Dann krachte ich mit voller Wucht gegen Coles Rücken, sodass wir keuchend zu Boden gingen.
Mein Atem ging schnell, ich rang nach Luft und versuchte meine Sicht wieder zu klären.
»Runter von mir, Rote«, beschwerte sich Cole.
»Du Pfeife hast doch...«, keuchte ich außer Atem, als ich auf einmal jemanden lachen hörte.
Mein Blick schnellte hoch, ich erblickte Ylva und Fenris.
Während Ylva sich bemühte, ihr Lachen zurückzuhalten (gut, grinsen tat sie trotzdem wie eine Blöde), lachte Fenris einfach ganz ungeniert.
»Du solltest sie herbringen, nicht umbringen Lewis«, prustete Fenris, während Cole puterrot anlief.
Schnaubend richtete ich mich auf, stützte mich dabei mit voller Absicht mit der Hand auf Coles Gesicht ab, sodass er gezwungen war, liegen zu bleiben.
»Könnte mir jetzt endlich mal jemand sagen, was hier los ist?«, schnaubte ich und verschränkte die Arme vor der Brust, während sich Cole hinter mir aufrappelte. Ich widerstand der Versuchung, ihn einfach wieder hinzuschupsen.
Ylva zupfte behutsam ein paar Klumpen Dreck aus meinem Haar.
»Der Rat möchte mit dir sprechen. Wegen der Sache mit den Ven in eurer Schule. Wollen wissen, ob du noch irgendetwas weißt, was die Anderen vergessen haben zu sagen, oder vielleicht etwas Neues.«
Ich spürte förmlich, wie ich blass wurde und sofort waren da wieder diese vermaledeiten grauen Augen. Verdammt was war mit mir los?! Sonst war ich doch auch nicht so...
Fenris deutete meine Blässe falsch. Brüderlich legte er einen Arm um mich.
»Keine Sorge kleine Schwester. Das hast du gut gemacht, heute. Liam hat uns erzählt, wie du sie alle beruhigt hast. Das war genau die richtige Entscheidung.

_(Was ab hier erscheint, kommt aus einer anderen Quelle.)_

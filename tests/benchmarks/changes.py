"""Time of new draws after one changed choice, in a process that has drawn the ladder before.

    .venv/bin/python tests/benchmarks/changes.py [--repeats N]

The reference ladder of `speed.py`; the change itself is not counted.  Medians and best
times in milliseconds.
"""

from __future__ import annotations

import argparse
import statistics
import sys
import time

from ladders import reference_ladder

from ladderfit.ladder import Ladder
from ladderfit.sampling.warm import WarmDrawer

CHANGES = {
    "a period cut": {"cepheids.periods": [8.0, 100.0]},
    "an anchor": {"anchors.geometric.Host01.use": False},
    "a prior": {"priors.slope": {"normal": [-3.2, 0.3]}},
}


def times(base: Ladder, changed: Ladder, draws: int, repeats: int) -> list[float]:
    """Milliseconds from the changed ladder to its draws, the drawer back at the base each time."""
    drawer, found = WarmDrawer(), []
    for _ in range(repeats + 1):
        drawer.draw(base, draws=500)
        start = time.perf_counter()
        drawer.draw(changed, draws=draws)
        found.append(1e3 * (time.perf_counter() - start))
    return found[1:]


def main() -> None:
    parser = argparse.ArgumentParser(description=__doc__.splitlines()[0])
    parser.add_argument("--repeats", type=int, default=15)
    repeats = parser.parse_args().repeats
    ladder = reference_ladder()
    print(f"{'changed':16}{'draws':>8}{'median':>10}{'best':>8}")
    for draws in (500, 4000):
        for words, change in CHANGES.items():
            found = times(ladder, ladder.change(change), draws, repeats)
            median = statistics.median(found)
            print(f"{words:16}{draws:8,}{median:7.0f} ms{min(found):5.0f} ms", flush=True)


if __name__ == "__main__":
    sys.exit(main())
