def test_tables_are_needed(capsys: pytest.CaptureFixture[str]) -> None:
    with pytest.raises(SystemExit) as caught:
        main(["draft", "--out", "x.toml"])
    assert caught.value.code == 2
    assert "the following arguments are required: TABLE" in capsys.readouterr().err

Sie wollen nur genug Informationen haben, um die Schüler ausreichend zu schützen, damit wir unauffällig bleiben und sie weiter unbemerkt zur Schule gehen können.«
»Damit es keine Sicherheitslücken gibt«, fügte Ylva hinzu, während wir das Dorf erreichten und auf unser Haus zusteuerten.
Wenn mich das beruhigen sollte, so hatte es genau den entgegengesetzten Effekt.
Mit voller Mühe versuchte ich den Kloß in meinem Hals hinunter zu schlucken.
Ich war immerhin die verdammte Sicherheitslücke! Aber das konnte ich ja schlecht sagen.
Andrerseits könnte ich jetzt alles geraderücken, ihnen von Alec erzählen und was er wusste und...
Doch als ich unser Haus betrat, wusste ich, dass ich es nicht tun würde.
Er verriet mich nicht. Ich verriet ihn nicht. So einfach war das.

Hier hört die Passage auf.